6 Citations (Scopus)

Abstract

Introduction: To increase adherence to cancer management guidelines, the Commission on Cancer (CoC) developed and approved five melanoma quality measures in 2015. Our objectives were to evaluate formally the national performance of these melanoma measures and to examine patient, tumor, and hospital characteristics associated with adherence. Methods: From the National Cancer Data Base (2012), patients with invasive, nonmetastatic melanoma were identified. Inclusion and exclusion criteria were based on the CoC definition for each measure.

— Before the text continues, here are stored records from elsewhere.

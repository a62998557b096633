import type { Expr } from '../../../shared/maths/expression.ts';
import * as Q from '../numbers/rational.ts';
import type { Rational } from '../numbers/rational.ts';
import {
  addExprs,
  callOf,
  divExprs,
  isZeroExpr,
  letterOf,
  mulExprs,
  negateExpr,
  numberOf,
  oneExpr,
  powExprs,
  rationalExpr,
  sqrtExpr,
  subExprs,
  zeroExpr,
} from './build.ts';
import { linearIn, polynomialExpr, type Factor } from './integrand.ts';

type CallExpr = Extract<Expr, { kind: 'call' }>;

/** The antiderivative of a named function at u, for du; null where the table has none. DLMF 4.26, 4.40. */
export function antiderivativeOfCall(name: CallExpr['name'], u: Expr): Expr | null {
  const of = (other: CallExpr['name']): Expr => callOf(other, u);
  const log = (expr: Expr): Expr => callOf('ln', callOf('abs', expr));
  const square = mulExprs(u, u);
  switch (name) {
    case 'exp':
      return of('exp');
    case 'sin':
      return negateExpr(of('cos'));
    case 'cos':
      return of('sin');
    case 'tan':
      return negateExpr(log(of('cos')));
    case 'cot':
      return log(of('sin'));
    case 'sec':
      return log(addExprs(of('sec'), of('tan')));
    case 'csc':
      return negateExpr(log(addExprs(of('csc'), of('cot'))));
    case 'sinh':
      return of('cosh');
    case 'cosh':
      return of('sinh');
    case 'tanh':
      return callOf('ln', of('cosh'));
    case 'coth':
      return log(of('sinh'));
    case 'ln':
      return subExprs(mulExprs(u, of('ln')), u);
    case 'arctan':
      return subExprs(mulExprs(u, of('arctan')), divExprs(callOf('ln', addExprs(oneExpr, square)), numberOf(2)));
    case 'arcsin':
      return addExprs(mulExprs(u, of('arcsin')), sqrtExpr(subExprs(oneExpr, square)));
    case 'arccos':
      return subExprs(mulExprs(u, of('arccos')), sqrtExpr(subExprs(oneExpr, square)));
    case 'abs':
      return divExprs(mulExprs(u, of('abs')), numberOf(2));
    default:
      return null;
  }
}

/** The antiderivative of the square of a function, or of its inverse square, at u. */
export function antiderivativeOfSquare(name: CallExpr['name'], times: Rational, u: Expr): Expr | null {
  const of = (other: CallExpr['name']): Expr => callOf(other, u);
  if (Q.equals(times, Q.rational(-2))) {
    if (name === 'cos') return of('tan');
    if (name === 'sin') return negateExpr(of('cot'));
    if (name === 'cosh') return of('tanh');
    if (name === 'sinh') return negateExpr(of('coth'));
  }
  if (!Q.equals(times, Q.rational(2))) return null;
  if (name === 'sec') return of('tan');
  if (name === 'csc') return negateExpr(of('cot'));
  if (name === 'tan') return subExprs(of('tan'), u);
  if (name === 'cot') return negateExpr(addExprs(of('cot'), u));
  if (name === 'sech') return of('tanh');
  if (name === 'csch') return negateExpr(of('coth'));
  return null;
}

const cycle: Partial<Record<CallExpr['name'], { sign: 1 | -1; name: CallExpr['name'] }>> = {
  exp: { sign: 1, name: 'exp' },
  sin: { sign: -1, name: 'cos' },
  cos: { sign: 1, name: 'sin' },
  sinh: { sign: 1, name: 'cosh' },
  cosh: { sign: 1, name: 'sinh' },
};

/** A polynomial times an exponential, sine or cosine of something linear: by parts until the polynomial is gone. */
export function integrateByParts(coefs: readonly Expr[], call: CallExpr, letter: string): Expr | null {
  const linear = call.args[0] ? linearIn(call.args[0], letter) : null;
  if (!linear || !cycle[call.name]) return null;
  const x = letterOf(letter);
  const terms: Expr[] = [];
  let polynomial = [...coefs];
  let current = call;
  let sign = 1;
  let scale: Expr = oneExpr;
  while (polynomial.some((coef) => !isZeroExpr(coef))) {
    const next = cycle[current.name];
    if (!next) return null;
    scale = divExprs(scale, linear.slope);
    current = { ...current, name: next.name };
    terms.push(mulExprs(numberOf(sign * next.sign), scale, polynomialExpr(polynomial, x), current));
    sign = -sign * next.sign;
    polynomial = polynomial.slice(1).map((coef, k) => mulExprs(numberOf(k + 1), coef));
  }
  return addExprs(...terms);
}

/** x^r times a whole power of ln(c x). */
export function integratePowerLog(r: Rational, times: number, log: CallExpr, letter: string): Expr | null {
  const linear = log.args[0] ? linearIn(log.args[0], letter) : null;
  if (!linear || !isZeroExpr(linear.constant)) return null;
  const x = letterOf(letter);
  if (Q.equals(r, Q.minusOne)) return divExprs(powExprs(log, numberOf(times + 1)), numberOf(times + 1));
  const next = Q.add(r, Q.one);
  const power = powExprs(x, rationalExpr(next));
  const head = mulExprs(divExprs(power, rationalExpr(next)), times === 0 ? oneExpr : powExprs(log, numberOf(times)));
  if (times === 0) return head;
  const rest = integratePowerLog(r, times - 1, log, letter);
  return rest && subExprs(head, mulExprs(divExprs(numberOf(times), rationalExpr(next)), rest));
}

/** exp(a x + b) times the sine or cosine of c x + d. */
export function integrateWave(exp: CallExpr, wave: CallExpr, letter: string): Expr | null {
  const a = exp.args[0] && linearIn(exp.args[0], letter)?.slope;
  const c = wave.args[0] && linearIn(wave.args[0], letter)?.slope;
  if (!a || !c || !wave.args[0]) return null;
  const other = callOf(wave.name === 'sin' ? 'cos' : 'sin', wave.args[0]);
  const top = addExprs(mulExprs(a, wave), mulExprs(numberOf(wave.name === 'sin' ? -1 : 1), c, other));
  return divExprs(mulExprs(exp, top), addExprs(mulExprs(a, a), mulExprs(c, c)));
}

interface Wave {
  readonly coef: Expr;
  readonly name: 'sin' | 'cos';
  readonly argument: Expr;
}

/** A product of whole powers of sines and cosines of something linear as a sum of single ones. */
export function productOfWaves(factors: readonly Factor[], letter: string): Expr | null {
  let waves: Wave[] = [{ coef: oneExpr, name: 'cos', argument: zeroExpr }];
  for (const { base, times } of factors) {
    if (
      base.kind !== 'call' ||
      (base.name !== 'sin' && base.name !== 'cos') ||
      times.den !== 1n ||
      times.num < 0n ||
      times.num > 8n
    )
      return null;
    const argument = base.args[0];
    if (!argument || !linearIn(argument, letter)) return null;
    for (let k = 0n; k < times.num; k += 1n) {
      waves = waves.flatMap((wave) =>
        timesWave(wave, { coef: oneExpr, name: base.name === 'sin' ? 'sin' : 'cos', argument }),
      );
      if (waves.length > 512) return null;
    }
  }
  const x = letterOf(letter);
  return addExprs(
    ...waves.map(({ coef, name, argument }) => {
      const linear = linearIn(argument, letter);
      if (!linear) return mulExprs(coef, callOf(name, argument), x);
      const whole = name === 'sin' ? negateExpr(callOf('cos', argument)) : callOf('sin', argument);
      return mulExprs(coef, divExprs(whole, linear.slope));
    }),
  );
}

function timesWave(a: Wave, b: Wave): Wave[] {
  const coef = mulExprs(numberOf(1, 2), a.coef, b.coef);
  const plus = collected(a.argument, b.argument, 1);
  const minus = collected(a.argument, b.argument, -1);
  if (a.name === 'cos' && b.name === 'cos')
    return [
      { coef, name: 'cos', argument: minus },
      { coef, name: 'cos', argument: plus },
    ];
  if (a.name === 'sin' && b.name === 'sin')
    return [
      { coef, name: 'cos', argument: minus },
      { coef: negateExpr(coef), name: 'cos', argument: plus },
    ];
  const sign = a.name === 'sin' ? 1 : -1;
  return [
    { coef, name: 'sin', argument: plus },
    { coef: mulExprs(numberOf(sign), coef), name: 'sin', argument: minus },
  ];
}

/** a + b or a - b, by coefficients, so that what cancels is gone. */
function collected(a: Expr, b: Expr, sign: 1 | -1): Expr {
  return addExprs(a, sign === 1 ? b : negateExpr(b));
}
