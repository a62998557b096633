import { isBlank, isDigit, isLetter, type Scanner } from './scanner.ts';
import { COMMANDS, functionOf, type TokenKind } from './token-table.ts';

/** Letters typed without a backslash: a word that names a function or joins statements, else one letter each. */
export function readWords(scanner: Scanner): void {
  const { source, at: start } = scanner;
  let end = start + 1;
  while (isLetter(source.charCodeAt(end))) end += 1;
  if (end === start + 1) return pushLetters(scanner, end);
  if (readPhrase(scanner)) return;
  const run = source.slice(start, end);
  const whole = wordKind(run);
  if (whole) return pushWord(scanner, whole, run);
  const [from, length] = findFunction(run, source, end);
  if (length > 0) {
    pushLetters(scanner, start + from);
    const name = run.slice(from, from + length);
    pushWord(scanner, wordKind(name) ?? 'function', name);
    return pushLetters(scanner, end);
  }
  if (run.length > 3) scanner.longRun = true;
  pushLetters(scanner, end);
}

function pushLetters(scanner: Scanner, end: number): void {
  while (scanner.at < end) {
    const start = scanner.at;
    scanner.at += 1;
    scanner.push('letter', scanner.source.slice(start, start + 1), start);
  }
}

function pushWord(scanner: Scanner, kind: TokenKind, word: string): void {
  const start = scanner.at;
  scanner.at += word.length;
  const text = kind === 'function' ? (functionOf(word) ?? word) : kind === 'letter' ? '\\' + word : word;
  scanner.push(kind, text, start);
}

const WORD_KINDS = new Set<TokenKind>(['function', 'log', 'log2', 'exp', 'sqrt', 'or', 'and']);
const PLAIN_WORDS = new Map<string, TokenKind>([
  ['or', 'or'],
  ['and', 'and'],
  ['pi', 'letter'],
  ['infinity', 'infinity'],
]);

function wordKind(word: string): TokenKind | undefined {
  const plain = PLAIN_WORDS.get(word);
  if (plain) return plain;
  const kind = COMMANDS.get(word);
  if (kind === undefined || word === 'lb') return undefined;
  return WORD_KINDS.has(kind) || (kind === 'letter' && word.length > 3 && word !== 'hbar') ? kind : undefined;
}

/** Where in a run of letters a function stands: `xsin(`, `sinx`. */
function findFunction(run: string, source: string, end: number): [number, number] {
  let after = end;
  while (isBlank(source.charCodeAt(after))) after += 1;
  const opens =
    '(^_'.includes(source[after] ?? ' ') || source.startsWith('\\left', after) || isDigit(source.charCodeAt(after));
  for (let from = 0; from < run.length - 1 && from < 64; from += 1) {
    const rest = run.slice(from);
    if (rest.length <= 7 && opens && wordKind(rest) && !PLAIN_WORDS.has(rest)) return [from, rest.length];
    const head = rest.slice(0, -1);
    if (SHORT.has(head)) return [from, head.length];
  }
  return [0, 0];
}

const SHORT = new Set(['sin', 'cos', 'tan', 'ln', 'log', 'sqrt']);
const PHRASES = [
  'no real solutions',
  'no real solution',
  'no solutions',
  'no solution',
  'all real numbers',
  'all real',
  'always true',
  'let ',
];

function readPhrase(scanner: Scanner): boolean {
  const { source, at: start } = scanner;
  if (!'nalNAL'.includes(source[start] ?? '')) return false;
  const lower = source.slice(start, start + 20).toLowerCase();
  const phrase = PHRASES.find((words) => lower.startsWith(words));
  if (phrase === undefined || (isLetter(source.charCodeAt(start + phrase.length)) && phrase !== 'let ')) return false;
  scanner.at += phrase.trimEnd().length;
  scanner.push('text', phrase.trimEnd(), start);
  return true;
}

/** Would these letters, printed side by side, be read as a word? */
export function hidesWord(letters: string): boolean {
  for (let from = 0; from < letters.length; from += 1) {
    for (let to = from + 2; to <= Math.min(letters.length, from + 8); to += 1) {
      const part = letters.slice(from, to);
      if (wordKind(part) || PHRASES.some((phrase) => phrase.trim() === part)) return true;
    }
  }
  return false;
}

Patient-level and hospital-level adherence rates were calculated for the five measures. A hospital was deemed “compliant” if it met the CoC standard, which requires 80 % of patients to receive the measure-specific recommended care. Patient, tumor, and hospital characteristics potentially associated with higher likelihood of adherence at the patient-level were estimated using hierarchical random-effects logistic regression models. Results: A total of 31,598 patients from 1343 hospitals were examined. Patient-level adherence rates varied from 31.6 % (Measure 5: ≥10 axillary lymph nodes removed/examined) to 72.6 % (Measure 1: sentinel lymph node biopsy (SLNB) appropriateness measure). Hospital-level adherence rates, ranged from 19.3 % of hospitals (N = 538 hospitals for Measure 5) to 44.8 % of hospitals (N = 1090 hospitals for Measure 3: completion lymph node dissection after positive SLNB). No hospital-level factors (e.g., teaching status) were consistently associated with better adherence. Conclusions: National adherence rates to the five new CoC melanoma quality metrics are low, and most hospitals would not meet the CoC requirement of 80 % adherence. Feedback for performance of these measures to hospitals, decisions support tools, and educational initiatives are needed to improve guideline adherence.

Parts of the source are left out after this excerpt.